José M. Osorio/Chicago Tribune

I was clicking on something or another on Slate and saw something about THE FUTURE OF RETAIL by "Moneybox" columnist Matt Yglesias in the "most read" storiesObviously, I had to know.

Now I've seen the future, and it's name is Walgreens. Specifically the new flagship Walgreens at the corner of 7th and H Northwest in the District of Columbia. It's a magical place that paints the way forward for retailers and, indeed, the entire American economy.

[snip]

The store is all about the use of technology. There's an ATM (of course) to replace your bank and a Redbox to replace your video store but also a futuristic soda fountain capable of dispensing any kind of Coca-Cola product.

Basically it's like the Walgreens at State and Randolph. Which isn't so much the future as the past. It's like Walgreens used to be—selling food, sody-pop, and as Adam Doster (welcome to the blog!) writes, booze:

In an interview from the same book (that Okrent excerpts), Walgreen’s son admits that any store fire nearly gave his dad a heart attack. “He wanted the fire department to get in as fast as possible,” he remembered, “because whenever they came in we’d always lose a case or two of liquor” from the back. On top of that, Al Capone, “like so many other Chicagoans … was a regular.”

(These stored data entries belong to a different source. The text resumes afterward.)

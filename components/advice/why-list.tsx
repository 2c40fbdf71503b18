import { formatNumber } from "@/lib/shared/format";
import type { WhyStep } from "@/lib/estimates/estimate";

/** The reasoning behind an estimate, step by step: formula, what went in, what came out, where it is from. */
export function WhyList({ steps }: { steps: readonly WhyStep[] }) {
  if (steps.length === 0) return <p className="text-sm text-faint">This advice was given before estimates kept their reasoning.</p>;
  return (
    <ol className="grid gap-3">
      {steps.map((step, index) => (
        <li key={index} className="grid gap-1 border-l-2 border-hairline pl-3 text-sm" data-keep-together>
          <p className="flex flex-wrap items-baseline justify-between gap-x-4">
            <span className="font-semibold">{step.quantity}</span>
            <span className="figures">
              {formatNumber(step.value, 4)} {step.unit}
            </span>
          </p>
          <p className="font-mono break-words">{step.formula}</p>
          {step.inputs.length > 0 && (
            <p className="text-faint">
              {step.inputs.map((input) => `${input.name} = ${typeof input.value === "number" ? formatNumber(input.value, 4) : input.value}${input.unit === "" ? "" : ` ${input.unit}`}`).join("; ")}
            </p>
          )}
          <p className="text-faint">Source: {step.source}</p>
        </li>
      ))}
    </ol>
  );
}
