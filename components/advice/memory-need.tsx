import { formatExact, formatGib } from "@/lib/shared/format";
import type { Range } from "@/lib/shared/range";

/** Memory needed against what the machine has: a bar filled to the median, its upper end marked, and words when it is tight. */
export function MemoryNeed({ memory, availableGiB }: { memory: Range; availableGiB: number }) {
  const share = (value: number) => Math.min(100, (100 * value) / availableGiB);
  const tight = memory.high > availableGiB ? "may not fit" : memory.high > 0.8 * availableGiB ? "near the limit" : null;
  const words = `${formatExact(memory.median, "gibibytes")} of ${formatExact(availableGiB, "gibibytes")}, at most about ${formatGib(memory.high)}`;
  return (
    <span className="inline-grid gap-0.5" title={words}>
      <span className="figures">
        {formatGib(memory.median)}
        <span className="sr-only"> of {formatGib(availableGiB)}</span>
        {tight !== null && <span className="ml-1 font-medium text-warn">{tight}</span>}
      </span>
      <span aria-hidden className="relative block h-1.5 w-28 border border-hairline lg:ml-auto">
        <span className={`absolute inset-y-0 left-0 ${tight === null ? "bg-water" : "bg-warn"}`} style={{ width: `${share(memory.median)}%` }} />
        <span className="absolute inset-y-0 w-px bg-ink" style={{ left: `${share(memory.high)}%` }} />
      </span>
    </span>
  );
}
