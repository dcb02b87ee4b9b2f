import type { Metadata } from 'next';
import { Sides } from '@/components/setup/sides';
import { AddSpool } from '@/components/setup/stock/add-spool';
import { SpoolRows } from '@/components/setup/stock/spool-rows';
import { PageHead } from '@/components/ui/page-head';
import { listSpools } from '@/lib/services/spools/list-spools';
import { listWires } from '@/lib/services/wires/list-wires';
import { guarded } from '../guarded';
import { addSpool, endSpool } from './actions';

export const metadata: Metadata = { title: 'Spools' };

export default function SpoolsPage() {
  return guarded('setup.read', async (ctx) => {
    const [spools, wires] = await Promise.all([listSpools({ ctx }), listWires({ ctx })]);
    return (
      <>
        <PageHead title="Spools">Reels of wire, with what is left on each.</PageHead>
        <Sides
          list={<SpoolRows spools={spools} end={endSpool} />}
          form={<AddSpool wires={wires} action={addSpool} />}
        />
      </>
    );
  });
}
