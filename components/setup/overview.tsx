import Link from 'next/link';
import { PageHead } from '@/components/ui/page-head';
import { routes } from '@/lib/routes';
import type { AgentDto } from '@/lib/schemas/setup-agents';
import type { RigSetupDto } from '@/lib/schemas/setup-rigs';
import { missingOf } from './rigs/missing';
import { Row, Rows } from './sides';

interface OverviewProps {
  workshopName: string;
  counts: { wires: number; spools: number };
  rigs: RigSetupDto[];
  agents: AgentDto[];
}

interface Step {
  title: string;
  href: string;
  said: string;
  /** What is to be done; empty when nothing is. */
  open: string;
}

function counted(count: number, one: string, many: string): string {
  if (count === 0) return `no ${one}`;
  return `${count} ${count === 1 ? one : many}`;
}

function stepsOf({ counts, rigs, agents }: OverviewProps): Step[] {
  const unfinished = rigs.filter((rig) => !rig.outOfServiceReason && missingOf(rig).length > 0);
  const unpaired = agents.filter((agent) => agent.pairing === 'waiting' || agent.pairing === 'no code');
  const names = (list: { name: string }[]) => list.map(({ name }) => name).join(', ');
  return [
    {
      title: 'Wires',
      href: routes.setupWires(),
      said: counted(counts.wires, 'kind of wire', 'kinds of wire'),
      open: counts.wires === 0 ? 'Add the wires that your lists ask for.' : '',
    },
    {
      title: 'Spools',
      href: routes.setupSpools(),
      said: counted(counts.spools, 'spool', 'spools'),
      open: counts.spools === 0 ? 'Add the reels that you have.' : '',
    },
    {
      title: 'Rigs',
      href: routes.setupRigs(),
      said: counted(rigs.length, 'rig', 'rigs'),
      open:
        rigs.length === 0 ? 'Add your rigs.' : unfinished.length > 0 ? `Finish ${names(unfinished)}.` : '',
    },
    {
      title: 'Agents',
      href: routes.setupAgents(),
      said: counted(agents.length, 'agent', 'agents'),
      open:
        agents.length === 0
          ? 'Add an agent for the computer beside the rigs.'
          : unpaired.length > 0
            ? `Pair ${names(unpaired)}.`
            : '',
    },
  ];
}

/** What is set up, in the order in which it is done, and what stands between here and the first piece. */
export function Overview(props: OverviewProps) {
  const steps = stepsOf(props);
  const open = steps.filter((step) => step.open !== '').length;
  return (
    <>
      <PageHead title={props.workshopName}>
        {open === 0
          ? 'Everything that a piece needs is set up.'
          : `${counted(open, 'thing', 'things')} to do before every rig can cut.`}
      </PageHead>
      <div className="page max-w-4xl py-6">
        <Rows label="What is set up" none="">
          {steps.map(({ title, href, said, open: todo }) => (
            <Row
              key={title}
              name={
                <Link href={href} className="inline-flex min-h-11 items-center underline">
                  {title}
                </Link>
              }
            >
              <p className="flex min-h-11 items-center">{said}</p>
              {todo ? <p className="font-bold">{todo}</p> : null}
            </Row>
          ))}
        </Rows>
      </div>
    </>
  );
}
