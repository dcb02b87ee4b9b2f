'use server';

import { action } from '@/lib/http/action';
import { addSpool as add } from '@/lib/services/spools/add-spool';
import { endSpool as end } from '@/lib/services/spools/end-spool';

export async function addSpool(input: unknown) {
  return action((ctx) => add({ ctx, input }));
}
export async function endSpool(input: unknown) {
  return action((ctx) => end({ ctx, input }));
}
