import { readJson } from '@/lib/http/read-json';
import { agentRoute } from '@/lib/http/route';
import { authenticateAgent } from '@/lib/services/traffic/authenticate-agent';
import { recordReport } from '@/lib/services/traffic/record-report';

export const POST = agentRoute(authenticateAgent, async ({ ctx, request }) =>
  recordReport({ ctx, input: await readJson(request) }),
);
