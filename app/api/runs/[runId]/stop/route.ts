import { personRoute } from '@/lib/http/route';
import { stopRun } from '@/lib/services/runs/stop-run';

export const POST = personRoute<{ runId: string }>(({ ctx, params }) => stopRun({ ctx, input: params }));
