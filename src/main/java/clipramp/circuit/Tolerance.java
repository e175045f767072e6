package clipramp.circuit;

/**
 * How far a part's value may lie from what is printed on it.
 *
 * @param minus largest shortfall as a fraction of the value, 0..1 (0.1 for -10 %)
 * @param plus largest excess as a fraction of the value, 0 or more
 */
public record Tolerance(double minus, double plus) {
    /** The value is exactly what is printed. */
    public static final Tolerance NONE = new Tolerance(0, 0);

    /** @throws IllegalArgumentException outside the stated ranges */
    public Tolerance {
        Require.fraction("tolerance below", minus);
        Require.notNegative("tolerance above", plus);
    }

    /** Whether the value lies off neither way. */
    public boolean isNone() {
        return minus == 0 && plus == 0;
    }
}
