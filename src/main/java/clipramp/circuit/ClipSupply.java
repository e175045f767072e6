package clipramp.circuit;

import java.util.Optional;

/**
 * The supply that falls to zero with the line: rectifier, dropping resistor, zener, and no filter capacitor.
 *
 * @param tap what the rectifier is across
 * @param rectifier bridge or single diode
 * @param diodeDropVolts drop of one rectifier diode, V
 * @param dropper the dropping resistor R_D, ohm
 * @param zener the clipping zener
 * @param winding isolated synchronising winding, if the supply has one
 */
public record ClipSupply(
        Tap tap, Rectifier rectifier, double diodeDropVolts, Part dropper, Zener zener, Optional<Winding> winding) {
    /** What the rectifier is across. */
    public enum Tap {
        LINE("line"),
        THYRISTOR("thyristor");

        private final String word;

        Tap(String word) {
            this.word = word;
        }

        public String word() {
            return word;
        }
    }

    /** How the firing supply is rectified. */
    public enum Rectifier {
        BRIDGE("bridge", 2),
        DIODE("diode", 1);

        private final String word;
        private final int diodesInPath;

        Rectifier(String word, int diodesInPath) {
            this.word = word;
            this.diodesInPath = diodesInPath;
        }

        public String word() {
            return word;
        }

        /** Diodes that the supply's current passes. */
        public int diodesInPath() {
            return diodesInPath;
        }
    }

    public ClipSupply {
        Require.notNegative("rectifier diode drop", diodeDropVolts);
        Require.positive("dropping resistor", dropper.value());
        if (winding.isPresent() && tap == Tap.THYRISTOR) {
            throw new IllegalArgumentException("a synchronising winding excludes tap thyristor");
        }
    }

    /** Whether the firing circuit is separated from the line by a winding. */
    public boolean isIsolated() {
        return winding.isPresent();
    }
}
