package clipramp.circuit;

import java.util.OptionalDouble;

/**
 * A resistor or capacitor as it is bought: a value with its tolerance and, where stated, its ratings.
 *
 * @param value nominal value in ohms or farads, 0 or more
 * @param tolerance how far a bought one may be off
 * @param ratedWatts rated dissipation in watts, if stated
 * @param ratedVolts rated voltage in volts, if stated
 */
public record Part(double value, Tolerance tolerance, OptionalDouble ratedWatts, OptionalDouble ratedVolts) {
    /** @throws IllegalArgumentException where the value is negative or no finite number */
    public Part {
        Require.notNegative("part value", value);
    }

    /** An exact, unrated part; its value in ohms or farads. */
    public static Part of(double value) {
        return new Part(value, Tolerance.NONE, OptionalDouble.empty(), OptionalDouble.empty());
    }

    /** Lowest value within tolerance. */
    public double lowest() {
        return value * (1 - tolerance.minus());
    }

    /** Highest value within tolerance. */
    public double highest() {
        return value * (1 + tolerance.plus());
    }

    /** The same part with another nominal value. */
    public Part withValue(double newValue) {
        return new Part(newValue, tolerance, ratedWatts, ratedVolts);
    }
}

People in comments are having trouble figuring out whether or not the Slate piece is a leg-pull ("Wawa has been offering most of those features for years… is this satire?").

While it is not entirely earnest, I think it also reflects that Washington D.C.—despite being the political capital of the free world and the only major city to ride out the recession with rents jumping and unemployment falling—is still a not-very-big city. There's a surprising lack of nice things, like an actual downtown, or trains that run past midnight on weekdays. A lot of people and employers in D.C. share my interests, so it always loomed as a future destination for me, despite having lots of the things I don't like about the South. And it lacks many of the things I do like—Southerners, for example.*

Walgreens might be the future of retail in D.C., bless their hearts. But they're like the places that have a mediocre selection of food, a smattering of alcohol, minimal-service banking, a pharmacy, and a Redbox—aka, chain grocery stores. (The touchscreen soda fountain of the future is entertaining until you realize its gimmick is combining flavors that don't exist for a reason, like lime ginger ale.)

There is one addition to the retail scene Walgreens makes: A nurse practitioner to diagnose and treat minor conditions. (CVS has had this for over a decade.) It's nice enough to have a convenient model for dead-simple illnesses even in a place that's lousy with primary care physicians, but this is the key:

Three segments have emerged as the major users: younger consumers, children, and (overlapping these two categories) consumers who report that they do not have a relationship with a PCP. Thirty percent of respondents reported having no PCP relationship, and 22 percent reported being uninsured at the time of their retail clinic visit.

Walgreens recently started treating patients with chronic illnesses, also something CVS has been doing for awhile. This includes conditions that can be more prevalent in underserved communities, like diabetes and asthma. If they can serve as a bridge to PCPs while providing basic and more convenient health maintenance, that might be the future—with some lime ginger ale on the side.

I grew up in western Virginia. We have a chip on our collective shoulder about D.C.